EXERCISE DETAILS: Once the line with "func decadeLabel(v float64)" is found in the entries below, print it and each following line exactly, stopping after the line with "unit := 1.0"; print nothing else.

AVAILABLE DATA:

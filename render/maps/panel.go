package maps

import (
	"fmt"
	"image"
	"image/color"
	"io"
	"math"
	"strconv"
	"strings"

	"kerrscope/colormap"
	"kerrscope/render/internal/figure"
	"kerrscope/render/pixels"
	"kerrscope/scene"
)

// Panel returns the decorated figure of the map: the pixel-exact image on
// α, β axes in M (and µas when the scene gives mass and distance), its
// title, the scene's caption and the map's colour bar and overlays.
func (m Map) Panel(f *pixels.Frame, sc Scales) figure.Panel {
	sc = sc.Fill(f)
	return m.Decorate(f, sc, m.Image(f, sc))
}

// Decorate returns the map's figure (as Panel) around img, the map's own
// Image with the same scales or another image of the frame's window.
func (m Map) Decorate(f *pixels.Frame, sc Scales, img image.Image) figure.Panel {
	sc = sc.Fill(f)
	p := m.frame(f, img)
	m.decorate(f, sc, &p)
	return p
}

// Figure draws the map's decorated figure: its Decorate panel around img
// (the map's own Image with the same scales), or for a map of one panel
// per image order (rings) the grid of those panels.
func (m Map) Figure(f *pixels.Frame, sc Scales, img image.Image) (image.Image, error) {
	if m.grid != nil {
		return m.grid(m, f, sc.Fill(f))
	}
	return figure.DrawPanel(m.Decorate(f, sc, img), 0)
}

// FigureSVG writes the map's decorated figure, as Figure draws it, as an
// SVG document: the decorations as vector graphics and text, the map
// itself (img) embedded as a PNG image.
func (m Map) FigureSVG(w io.Writer, f *pixels.Frame, sc Scales, img image.Image) error {
	if m.grid != nil {
		title, sub, panels, cols := ringsPanels(m, f, sc.Fill(f))
		return figure.GridSVG(w, title, sub, panels, cols)
	}
	return figure.PanelSVG(w, m.Decorate(f, sc, img))
}

// FigureSize is the printed size of every decorated figure of a run: the
// width of output.column or output.width_mm at output.dpi.
func FigureSize(o scene.Output) figure.Size {
	mm, dpi := o.FigureSize()
	return figure.Size{WidthMM: mm, DPI: dpi}
}

// Flat colours that every map shares, for the caption's key.
var (
	noDiskFill  = figure.Swatch{Color: colormap.NoHit, Label: "no disk on the ray"}
	horizonFill = figure.Swatch{Color: colormap.Shadow, Label: "captured by the horizon"}
)

// frame is the undecorated figure of img: axes in M (and µas when the
// scene gives mass and distance), the map's title, the scene's caption
// and, when the scene asks for them, the orientation marks.
func (m Map) frame(f *pixels.Frame, img image.Image) figure.Panel {
	a0, a1, b0, b1 := f.Window()
	p := figure.Panel{
		Image:    img,
		X:        figure.Axis{Min: a0, Max: a1, Label: "*{α} [M]"},
		Y:        figure.Axis{Min: b0, Max: b1, Label: "*{β} [M]"},
		Title:    m.Title,
		Subtitle: f.Res.Caption(),
		Fills:    []figure.Swatch{noDiskFill, horizonFill},
		Size:     FigureSize(f.Res.Output),
	}
	if u := f.Res.MicroArcsecPerM; u > 0 {
		p.X.Secondary = &figure.SecondaryScale{Factor: u, Label: "*{α} [µas]"}
		p.Y.Secondary = &figure.SecondaryScale{Factor: u, Label: "*{β} [µas]"}
	}
	if f.Res.Output.OrientationMarks {
		p.Arrows = OrientationMarks(f)
	}
	return p
}

// redshiftBar is the key of the redshift factor: its title, how the
// scale is stretched, round values of g and both ends.
func redshiftBar(_ *pixels.Frame, sc Scales, p *figure.Panel) {
	bar := &figure.ColorBar{Colors: colormap.Redshift.Table(256), Label: "*{g} = *{E}_{obs}/*{E}_{emit}",
		Note: "log *{g}, each side of 1 on its own half"}
	lo, hi := sc.GMin, sc.GMax
	if sc.GLinear {
		d := sc.gLinearSpan()
		lo, hi = math.Max(0, 1-d), 1+d
		bar.Note = "linear in *{g}"
	}
	bar.Ticks = endTicks(lo, hi)
	for _, g := range niceRatios(sc) {
		bar.Ticks = append(bar.Ticks, figure.Tick{T: sc.GPosition(g), Label: strconv.FormatFloat(g, 'g', 3, 64)})
	}
	p.Bar = bar
}

// endTicks labels the two ends of a colour bar with lo and hi.
func endTicks(lo, hi float64) []figure.Tick {
	return []figure.Tick{{T: 0, Label: barNumber(lo)}, {T: 1, Label: barNumber(hi)}}
}

// decadeLabel writes a power of ten v as 10 with a superscript exponent
// (1 and 10 as they are).
func decadeLabel(v float64) string {
	n := int(math.Round(math.Log10(v)))
	switch n {
	case 0:
		return "1"
	case 1:
		return "10"
	}
	return "10^{" + strings.ReplaceAll(strconv.Itoa(n), "-", "−") + "}"
}

// barNumber writes a colour-bar end value (figure.BarNumber).
func barNumber(v float64) string { return figure.BarNumber(v) }

func intensityBar(f *pixels.Frame, sc Scales, p *figure.Panel) {
	bar := &figure.ColorBar{Colors: colormap.Sequential.Table(256), Label: "*{I} [relative]", Note: "*{g}^{3} *{ε}(*{r}) × limb law"}
	// With mass, distance and luminosity the ticks are in photons
	// cm⁻² s⁻¹ sr⁻¹ (scene.Resolved.IntensityPerUnit); the scale is the
	// same, as positions are relative to IMax.
	unit := 1.0
	if u := f.Res.IntensityPerUnit(); u > 0 {
		unit, bar.Label, bar.Note = u, "*{I} [photons cm⁻² s⁻¹ sr⁻¹]", ""
	}
	hi := sc.IMax * unit
	if f.Res.Output.IntensityScale == "linear" {
		bar.Ticks = endTicks(0, hi)
		for _, v := range linearTicks(hi) {
			if !(hi > 0) || math.IsInf(hi, 0) {
				break
			}
			bar.Ticks = append(bar.Ticks, figure.Tick{T: math.Min(1, v/hi), Label: barNumber(v)})
		}
	} else {
		lo := hi * math.Pow(10, -sc.IDecades)
		bar.Ticks = endTicks(lo, hi)
		for _, v := range decadeTicks(lo, hi) {
			bar.Ticks = append(bar.Ticks, figure.Tick{T: colormap.Log(v, lo, hi), Label: decadeLabel(v)})
		}
	}
	p.Bar = bar
}

// radiusDecoration adds the radius colour bar and labelled isoradial
// contours: the ISCO when gas shines inside it (else it is the inner edge,
// labelled on the colour bar) and round radii clear of it.
func radiusDecoration(f *pixels.Frame, sc Scales, p *figure.Panel) {
	bar := &figure.ColorBar{Colors: colormap.Sequential.Table(256), Label: "source radius *{r} [M]", Note: "log scale"}
	for _, v := range logTicks(sc.RMin, sc.RMax) {
		bar.Ticks = append(bar.Ticks, figure.Tick{T: colormap.Log(v, sc.RMin, sc.RMax), Label: strconv.FormatFloat(v, 'g', 3, 64)})
	}
	p.Bar = bar
	field := f.FirstSeen(f.R)
	levels := []struct {
		r     float64
		label string
	}{{f.Res.ISCO, fmt.Sprintf("ISCO %.3g M", f.Res.ISCO)}, {2, "*{r} = 2 M"}, {5, "*{r} = 5 M"}, {10, "*{r} = 10 M"}, {20, "*{r} = 20 M"}}
	for i, l := range levels {
		clear := i == 0 || math.Abs(l.r-f.Res.ISCO) > 0.05*l.r
		if clear && l.r > f.Res.Inner*1.0001 && l.r < f.Res.Disk.OuterRadius {
			p.Contours = append(p.Contours, figure.Contour{Field: field, W: f.W, H: f.H, Level: l.r, Label: l.label, Color: color.RGBA{0x10, 0x10, 0x10, 0xff}})
		}
	}
}

func orderBar(f *pixels.Frame, _ Scales, p *figure.Panel) {
	bar := &figure.ColorBar{Label: "image order"}
	for o := 0; o < f.Orders; o++ {
		bar.Swatches = append(bar.Swatches, figure.Swatch{Color: colormap.Order(o), Label: fmt.Sprintf("*{n} = %d", o)})
	}
	p.Bar = bar
}

func shadowDecoration(f *pixels.Frame, _ Scales, p *figure.Panel) {
	line, key := CriticalOverlay(f)
	p.Lines = []figure.Polyline{line}
	p.Legend = []figure.LegendEntry{{Color: EdgeColor, Label: "ray-traced edge"}, key}
	p.Fills = nil
	p.Bar = &figure.ColorBar{Label: "traced back, the photon", Swatches: []figure.Swatch{
		{Color: colormap.Shadow, Label: "ends on the horizon"},
		{Color: EscapedColor, Label: "escapes to infinity"}}}
}

// CriticalOverlay returns the analytic critical curve (Bardeen 1973) of
// the frame's observer as a dashed overlay and its legend entry.
func CriticalOverlay(f *pixels.Frame) (figure.Polyline, figure.LegendEntry) {
	var pts [][2]float64
	for _, q := range f.Model.Obs.CriticalCurve(1000) {
		pts = append(pts, [2]float64{q.Alpha, q.Beta})
	}
	blue := color.RGBA{0x12, 0x4e, 0xd8, 0xff}
	return figure.Polyline{Points: pts, Color: blue, Width: 2, Dashed: true, Closed: true},
		figure.LegendEntry{Color: blue, Label: "critical curve (Bardeen 1973)", Dashed: true}
}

SOLUTION TO THIS TASK:
func decadeLabel(v float64) string {
	n := int(math.Round(math.Log10(v)))
	switch n {
	case 0:
		return "1"
	case 1:
		return "10"
	}
	return "10^{" + strings.ReplaceAll(strconv.Itoa(n), "-", "−") + "}"
}

// barNumber writes a colour-bar end value (figure.BarNumber).
func barNumber(v float64) string { return figure.BarNumber(v) }

func intensityBar(f *pixels.Frame, sc Scales, p *figure.Panel) {
	bar := &figure.ColorBar{Colors: colormap.Sequential.Table(256), Label: "*{I} [relative]", Note: "*{g}^{3} *{ε}(*{r}) × limb law"}
	// With mass, distance and luminosity the ticks are in photons
	// cm⁻² s⁻¹ sr⁻¹ (scene.Resolved.IntensityPerUnit); the scale is the
	// same, as positions are relative to IMax.
	unit := 1.0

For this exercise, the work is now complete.